Take heart, though. A fellow Apple-basher, Joe Wilcox, had to admit yesterday that he needed to avoid Macworld to not get caught up in the RDF.
Anyway, having made an excuse for posting his own opinion yesterday, we now get the talking points memo from the Apple-bashers. Pay attention, because this will be the battle cry for all of them on the MacBook Air going forward:
It’s too expensive. No surprise there: Apple technology is generally quite expensive at launch. The SSD version of the MacBook Air, however, is particularly expensive: It starts at over $3000
I think the $1,799 is just in the acceptable range. I would like to have seen a hundred less, but it’s not egregious compared to other sub-notebooks. As for the SSD, give me a break! Apple charges $999 for it. Find it substantially less from any other vendor offering the option, Paul.
It doesn’t utilize next-generation Intel chip technology. Though Jobs brought his new lap dog, Intel CEO Paul Otellini, out on stage yet again this year, talking up how the two companies worked together to pull off yet another technological miracle, the chip in the MacBook Air is just a smaller version of last year’s less efficient 65nm chips, and not this year’s 45nm design.
Paul, it’s a fine line between bashing Apple and just being ridiculous. So now Intel’s CEO is an Apple lap dog? Intel’s CEO? Why is it anybody who does business with Apple is a lap dog, Paul? Intel’s CEO. Heh. You crack me up.
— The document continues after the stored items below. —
"""``tuneopt ridelog LOG --scenario SCENARIO``: what a ride log says, printed, as a page and as
JSON."""

from __future__ import annotations

import argparse
import json
from pathlib import Path
from typing import Any


def register(sub: Any) -> None:
    p = sub.add_parser(
        "ridelog",
        help="read a ride log (fork and rear travel over time) and say what it shows",
        description="Read a ride log (layout: docs/ride-logs.md) against a scenario's hardware "
        "and say what it shows: travel used, time around sag, bottom-outs, front/rear balance, "
        "suspension speeds and the ride's phases. Writes ride_log.html and ride_log.json.",
    )
    p.add_argument("log", type=Path, help="ride log file (.csv)")
    p.add_argument("--scenario", required=True, help="scenario file (.toml or .json)")
    p.add_argument(
        "--out",
        type=Path,
        help="output folder (default: a folder named after the log, beside it)",
    )
    p.set_defaults(func=run)


def run(args: argparse.Namespace) -> int:
    from tuneopt.model import InputError, load_scenario
    from tuneopt.optimise.result import CAUTIONS
    from tuneopt.report import write_ride_log_page
    from tuneopt.ridelog import load_ridden_setup, read_ride_log
    from tuneopt.ridelog.summary import summarise_ride_log
    from tuneopt.ridelog.words import summary_data, summary_lines

    scenario = load_scenario(args.scenario)
    log = read_ride_log(args.log, scenario=scenario)
    setup = load_ridden_setup(log, args.log, scenario)
    summary = summarise_ride_log(log, scenario, setup)
    out: Path = args.out or args.log.with_name(f"{args.log.stem}_summary")
    try:
        out.mkdir(parents=True, exist_ok=True)
    except OSError as exc:
        raise InputError.single("--out", f"cannot make the folder {out}: {exc.strerror}") from None
    for line in summary_lines(summary):
        print(line)
    data = summary_data(summary)
    data["scenario"] = scenario.name
    data["ridden_setup"] = setup.model_dump(mode="json")
    data["cautions"] = list(CAUTIONS)
    try:
        page = write_ride_log_page(out, log, summary, scenario.name, CAUTIONS)
        path = out / "ride_log.json"
        tmp = path.with_suffix(".json.tmp")
        tmp.write_text(json.dumps(data, indent=2, allow_nan=False), encoding="utf-8")
        tmp.replace(path)
    except OSError as exc:
        raise InputError.single("--out", f"cannot write into {out}: {exc.strerror}") from None
    print(f"wrote {page} and {path}")
    return 0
As for the “next-generation” technology, the MacBooks and MacBook Pros don’t use that technology either. Neither do the iMacs or the Mac mini. In fact, until one week ago neither did the Mac Pros! Are you seriously recommending to your Windows readers they should avoid all PCs not using the new 45nm technology? No, just Apple’s. Pathetic.
The battery isn’t removable… As Steven Parker notes over at Neowin, what’s going to happen to MacBook Air users when they run out of power less than half-way across the Atlantic?
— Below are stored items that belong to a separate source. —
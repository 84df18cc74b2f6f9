"""``tuneopt bounce RECORD.csv --scenario S --end fork|shock``: a bounce test's record turned
into the damper numbers the scenario asks for.

The record is a CSV file with a header row naming each column and its unit: the time, and
either the travel (a stroke sensor on the fork or the shock) or the vertical acceleration of
the frame over that end, e.g. ``time [s],travel [mm]`` or ``time (ms);acceleration (g)``.
Commas, semicolons or tabs separate the columns; with semicolons or tabs a decimal comma is
read as a decimal point.
"""

from __future__ import annotations

import argparse
import csv
import io
import math
import re
from pathlib import Path
from typing import Any

import numpy as np

__all__ = ["read_record", "register"]

MAX_RECORD_BYTES = 20_000_000
_HEADER = re.compile(r"^\s*([A-Za-z_ ]+?)\s*(?:\[(.+)\]|\((.+)\)|_([A-Za-z0-9/^²*]+))\s*$")
_SIGNALS = ("travel", "acceleration")


def register(sub: Any) -> None:
    p = sub.add_parser(
        "bounce",
        help="damping from a bounce test: a record of travel or acceleration against time",
        description="Estimates the damping ratio of one end from a free-decay record by the "
        "logarithmic decrement and turns it into the damper coefficients the scenario asks "
        "for, at the clicks the test was done at. The record: a CSV file whose header names "
        "the time and the travel or acceleration with their units, e.g. 'time [s],travel [mm]'.",
    )
    p.add_argument("record", type=Path, help="CSV file of the free decay")
    p.add_argument("--scenario", required=True, help="scenario file (.toml or .json)")
    p.add_argument("--end", required=True, choices=("fork", "shock"))
    p.add_argument(
        "--clicks",
        type=int,
        help="low-speed rebound clicks during the test, as the adjuster counts them "
        "(default: the scenario's current setup)",
    )
    p.add_argument(
        "--compression-clicks",
        type=int,
        help="low-speed compression clicks during the test (default: the current setup)",
    )
    p.set_defaults(func=run)


def _unit_factor(name: str, unit: str, where: str) -> float:
    from tuneopt.model import InputError
    from tuneopt.model._quantity import parse_quantity
    from tuneopt.physics.statics import GRAVITY

    target = {"time": "s", "travel": "m", "acceleration": "m/s^2"}[name]
    text = unit.strip().replace("²", "^2")
    if name == "acceleration" and text in ("g", "G", "g0", "gn"):
        return GRAVITY  # standard gravity, never grams
    try:
        return parse_quantity(f"1 {text}", target)
    except ValueError as exc:
        raise InputError.single(where, f"unit {unit!r}: {exc}") from None


def _columns(header: list[str], source: str) -> tuple[int, int, str, float, float]:
    """(time column, signal column, signal name, time factor, signal factor) from the header."""
    from tuneopt.model import InputError

    found: dict[str, tuple[int, str]] = {}
    for i, cell in enumerate(header):
        m = _HEADER.match(cell)
        word = (m.group(1) if m else cell).strip().lower()
        if word not in ("time", *_SIGNALS):
            continue
        if m is None:
            raise InputError.single(
                f"{source} header", f"column {cell.strip()!r} has no unit: write e.g. "
                f"'{word} [{'s' if word == 'time' else 'mm' if word == 'travel' else 'm/s^2'}]'",
            )  # fmt: skip
        found[word] = (i, m.group(2) or m.group(3) or m.group(4))
    if "time" not in found:
        raise InputError.single(f"{source} header", "needs a time column, e.g. 'time [s]'")
    signal = next((s for s in _SIGNALS if s in found), None)
    if signal is None:
        raise InputError.single(
            f"{source} header",
            "needs a travel column (e.g. 'travel [mm]') or an acceleration column "
            "(e.g. 'acceleration [m/s^2]' or 'acceleration [g]')",
        )
    ti, tu = found["time"]
    si, su = found[signal]
    return (
        ti,
        si,
        signal,
        _unit_factor("time", tu, f"{source} header: time"),
        _unit_factor(signal, su, f"{source} header: {signal}"),
    )


def read_record(path: Path) -> tuple[np.ndarray, np.ndarray, str]:
    """(time [s], signal [m or m/s²], "travel" or "acceleration") from a record file."""
    from tuneopt.model import InputError

    source = str(path)
    try:
        size = path.stat().st_size
        if size > MAX_RECORD_BYTES:
            raise InputError.single(source, f"{size} bytes is too large for a bounce record")
        text = path.read_text(encoding="utf-8-sig")
    except FileNotFoundError:
        raise InputError.single(source, "no such file") from None
    except (OSError, UnicodeDecodeError) as exc:
        raise InputError.single(source, f"cannot be read as text: {exc}") from None
    lines = [ln for ln in text.splitlines() if ln.strip() and not ln.lstrip().startswith("#")]
    if not lines:
        raise InputError.single(source, "is empty")
    delimiter = next((d for d in (";", "\t", ",") if d in lines[0]), ",")
    rows = list(csv.reader(io.StringIO("\n".join(lines)), delimiter=delimiter))
    ti, si, signal, tf, sf = _columns(rows[0], source)
    t, x = [], []
    for n, row in enumerate(rows[1:], start=2):
        values = []
        for col, name in ((ti, "time"), (si, signal)):
            cell = row[col].strip() if col < len(row) else ""
            if delimiter != ",":
                cell = cell.replace(",", ".")
            try:
                v = float(cell)
            except ValueError:
                v = math.nan
            if not math.isfinite(v):
                raise InputError.single(f"{source} line {n}, {name}", f"{cell!r} is not a number")
            values.append(v)
        t.append(values[0] * tf)
        x.append(values[1] * sf)
    return np.asarray(t), np.asarray(x), signal


def run(args: argparse.Namespace) -> int:
    from tuneopt.model import load_scenario
    from tuneopt.physics.bounce import bounce_setting, read_bounce
    from tuneopt.physics.decay import free_decay

    scenario = load_scenario(args.scenario)
    t, x, signal = read_record(args.record)
    decay = free_decay(
        t, x, acceleration=signal == "acceleration",
        names=(f"{args.record}: time", f"{args.record}: {signal}"),
    )  # fmt: skip
    setting = bounce_setting(scenario, args.end, args.clicks, args.compression_clicks)
    reading = read_bounce(
        scenario, args.end, decay, setting, amplitude_is_acceleration=signal == "acceleration"
    )
    for line in report_lines(reading, decay.count, signal, scenario.name):
        print(line)
    return 0


def _write_head(r: Any) -> str:
    if r.write_scale is None:
        return "Nothing to write: the test and the scenario's dyno table disagree:"
    if abs(r.write_scale - r.scale) < 1e-9:
        return (
            f"What to write into the scenario (both low-speed curves scaled by {r.scale:.2f}; "
            "the split between compression and rebound and the open-to-closed span stay as "
            "the scenario has them):"
        )
    return (
        f"What to write into the scenario (the curve not measured on a dyno scaled by "
        f"{r.write_scale:.2f}, so that with the dyno table the mean matches the test; its "
        "open-to-closed span stays as the scenario has it):"
    )


def report_lines(r: Any, swings: int, signal: str, name: str) -> list[str]:
    """What the terminal shows: the measurement, the model beside it, what to write, caveats."""
    from tuneopt.optimise.result import CAUTIONS

    spread = f" ± {r.zeta_spread:.3f}" if math.isfinite(r.zeta_spread) else ""
    clicks = ", ".join(f"{k} {v}" for k, v in r.clicks.items()) or "no low-speed adjusters"
    out = [
        f"Bounce test of the {r.end} ({name}), from {swings} extremes of the {signal}:",
        f"  damping ratio {r.zeta:.3f}{spread} (95 % interval from the decrement's fit)",
        f"  natural frequency {r.measured_frequency:.2f} Hz; the model's {r.model_frequency:.2f}"
        f" Hz ({r.sprung_mass:.1f} kg sprung on a wheel rate of {r.wheel_rate / 1e3:.1f} N/mm"
        " at sag)",
        f"  damping at the wheel 2·ζ·√(k·m) = {r.wheel_damping:.0f} N·s/m; at the damper shaft "
        f"(× motion ratio² {r.motion_ratio**2:.2f}) {r.shaft_damping:.0f} N·s/m",
        f"  the scenario at the test's clicks ({clicks}): low-speed compression "
        f"{r.model_compression:.0f} and rebound {r.model_rebound:.0f} N·s/m at the shaft, mean "
        f"{(r.model_compression + r.model_rebound) / 2:.0f}, damping ratio {r.model_zeta:.3f}",
        f"  the test measured {r.scale:.2f} × the scenario's low-speed damping",
        "",
        _write_head(r),
    ]
    for where, value in r.writes:
        if not value.startswith(("{", '"')):  # a note, not a value
            out.append(f"  {where}: {value}")
            continue
        section, _, key = where.rpartition(".")
        out += [f"  [{section}]", f"  {key} = {value}"]
    freq_gap = abs(r.measured_frequency / r.model_frequency - 1)
    out += [
        "",
        "Caveats:",
        "  - A bounce test moves the damper slowly: it measures low-speed damping only; "
        "high-speed compression and rebound stay as they are.",
        "  - Compression and rebound act in turn in every swing: the test gives their mean "
        "at these clicks, not each one. Repeat it at other rebound clicks (--clicks) to see "
        "how much of the damping the rebound adjuster moves.",
        "  - Push straight down over this end's axle with the rider in riding position; the "
        "other end, the tyres and the rider's body move too, so the record is the bike's "
        "bounce near this end, not this end alone.",
        "  - Seal and bushing friction adds damping that does not grow with speed: it shows "
        "as a faster decay of the small last swings.",
    ]
    too_fast = [d for d, knee in r.knees.items() if r.speed > knee]
    if too_fast:
        out.append(
            f"  - The largest swing read moved the damper at about {r.speed:.2f} m/s, past the "
            f"scenario's knee velocity in {' and '.join(too_fast)} "
            f"({', '.join(f'{r.knees[d]:.2f} m/s' for d in too_fast)}): part of the decay is "
            "high-speed damping. Push less deep and test again."
        )
    if freq_gap > 0.15:
        out.append(
            f"  - The measured natural frequency is {freq_gap:.0%} away from the model's: the "
            "spring data or the masses may be off (check the sag with tuneopt check "
            "--measured-sag) before trusting the damping."
        )
    out += ["", *(f"- {c}" for c in CAUTIONS)]
    return out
Do you and Steven know the battery times of a typical sub-notebook? I hope you both bring two to four batteries with you.
There’s no Ethernet… While you can purchase a USB-based Ethernet adapter for $29
Well, then I guess there is Ethernet, isn’t there? And for just $29 for those that need it, like big-talking tech bloggers who want 45nm technology and 10-hour battery life, but then insist the machine be tethered to a cable. Sheesh.
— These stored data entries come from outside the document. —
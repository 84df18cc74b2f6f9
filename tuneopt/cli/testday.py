"""``tuneopt testday``: the test-day plan of a finished study, and the way back from the day."""

from __future__ import annotations

import argparse
from pathlib import Path
from typing import Any


def register(sub: Any) -> None:
    p = sub.add_parser(
        "testday",
        help="plan a test day from a finished study; --chosen: write the next scenario",
        description="STUDY_DIR: print the test-day plan (the baseline to set, then single "
        "changes to try, quick ones first, each with its predicted effect, what to feel for "
        "and a box for the rider's verdict) and write testday.html and day_settings.toml into "
        "--out (default STUDY_DIR). --chosen FILE: the settings the rider chose (a [setup] "
        "table, as day_settings.toml has it) become the current setup of a new scenario file "
        "written into --out, so that the next study starts from them.",
    )
    p.add_argument("study_dir", type=Path, help="output folder of tuneopt optimise")
    p.add_argument("--out", type=Path, help="folder to write into (default: STUDY_DIR)")
    p.add_argument("--chosen", type=Path, metavar="FILE", help="settings chosen on the day")
    p.set_defaults(func=run)


def run(args: argparse.Namespace) -> int:
    from tuneopt.model import InputError
    from tuneopt.report import read_study

    out = args.out or args.study_dir
    if out.exists() and not out.is_dir():
        raise InputError.single("--out", f"{out} is a file, not a folder")
    settings, scenario, result, units = read_study(args.study_dir)
    try:
        if args.chosen is not None:
            return _bring_back(args, out, settings, scenario, result)
        return _plan(args, out, scenario, result, units)
    except OSError as exc:  # a folder without write permission, a full disk
        raise InputError.single("--out", f"cannot write into {out}: {exc.strerror}") from None


def _plan(
    args: argparse.Namespace,
    out: Path,
    scenario: Any,
    result: dict[str, Any],
    units: dict[str, str],
) -> int:
    from tuneopt.optimise.space import build_space
    from tuneopt.report import (
        PLAN_FILE,
        SETTINGS_FILE,
        build_test_day,
        day_settings_text,
        render_day_page,
        test_day_lines,
    )

    plan = build_test_day(scenario, result, units)
    print("\n".join(test_day_lines(plan)))
    out.mkdir(parents=True, exist_ok=True)
    page = out / PLAN_FILE
    tmp = page.with_suffix(".html.tmp")
    tmp.write_text(render_day_page("testday", plan.title, plan.cautions, p=plan), encoding="utf-8")
    tmp.replace(page)
    print(f"\nplan: {page}")
    settings_file = out / SETTINGS_FILE
    if settings_file.exists():
        print(f"settings: {settings_file} is already there; left as it is")
    else:
        setup = build_space(scenario).setup(result["ranked"][0]["indices"])
        settings_file.write_text(
            day_settings_text(scenario, setup, units, plan.cautions, str(args.study_dir)),
            encoding="utf-8",
        )
        print(f"settings: {settings_file} (the baseline; edit it to what the rider chose)")
    print(f"then: tuneopt testday {args.study_dir} --chosen {settings_file}")
    return 0


def _bring_back(
    args: argparse.Namespace,
    out: Path,
    settings: dict[str, Any],
    scenario: Any,
    result: dict[str, Any],
) -> int:
    from tuneopt.report import dialed_rows, read_chosen, successor_path, write_successor

    chosen = read_chosen(args.chosen)
    cautions = list(result.get("cautions") or [])
    path = write_successor(
        settings,
        scenario,
        chosen,
        successor_path(out, settings.get("scenario_file")),
        str(args.chosen),
        cautions,
    )
    new = scenario.model_copy(update={"setup": chosen})
    print("Current setup of the new scenario (the settings chosen on the day):")
    rows = dialed_rows(new, chosen, None)
    width = max((len(r.label) for r in rows), default=0)
    for r in rows:
        print(f"  {r.label:<{width}}  {r.value}")
    print(f"scenario: {path}")
    print(f"next: tuneopt optimise {path} --out NEW_DIR")
    for c in cautions:
        print(f"- {c}")
    return 0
Yet another power adapter.
WTF? This is an issue? Not once did I ever buy a laptop and expect to use the power adapter from a previous laptop. I expect to use the one that comes with it. The MBA is small, so is the adapter. This is the most non non-issue I’ve ever seen.
It’s thin to no good end. While there are already a number of ultra-portable machines in the MacBook Air’s weight class (3 pounds), most of them exceed Apple’s device in ways that are meaningful. They have Ethernet ports, for example. More than one USB port. A docking station for a hardware “slice” that adds more battery and an optical drive.
This is where Apple’s philosophy differs from the other sub-notebooks. Jobs made that clear in his keynote, but you ignored all of it. The other machines may have more ports and connectors, but in order to make room for those things you get a smaller screen (11 inches, maybe less), a mini-keyboard and weak processors.
Apple’s compromises were to jettison the extra connectors and ports, and instead go with a big screen, full-size keyboard, relatively fast processors for this class of machine, and good battery life to begin with (so an extra battery isn’t a requirement).
You can debate this approach, but Jobs was up-front about it. Besides, since all the ports and connectors in the world won’t make a sub-notebook an acceptable desktop substitute (especially as slow as they typically are), it’s not unreasonable to think that trading them for a bigger screen and keyboard might make sense.
Overall, what this says to me is that the MacBook Air is a must-miss
Whatever. The market will decide. What your article says to me is that you simply ignored Apple’s approach, chose not to even debate it, and then slammed the machine by tossing out unoriginal features gathered from who knows how many machines.
I don’t rave about the MBA, and have my gripes with it, but at least I can debate the design philosophy. Paul and some others cannot see it that way, and apparently assume that every sub-notebook must be made in the same way. As usual, Apple tries to look ahead, while other PC manufacturers try not to look at all.
Personally, I’m OK with Jobs’ compromises except for the screen, which makes for too large a footprint in an alleged sub-notebook. Still, I think it leans less to the “bad” side than other sub-notebooks, which I consider more like a “My First Sony” toy PC. And I have no issue defending the MBA against Paul because his “arguments” are silly.
I’ve brought up my beefs here, and commenters have added to the discussion. They’ve presented both pro and con to my opinions in a pretty reasoned manner. And none of us ever needed to argue against the MBA simply because it doesn’t follow the lead of every two-bit PC hardware manufacturer, or because it has a new power adapter, or because there’s no Ethernet even though there is, etc. That should tell you something, Paul, but I’m sure it won’t.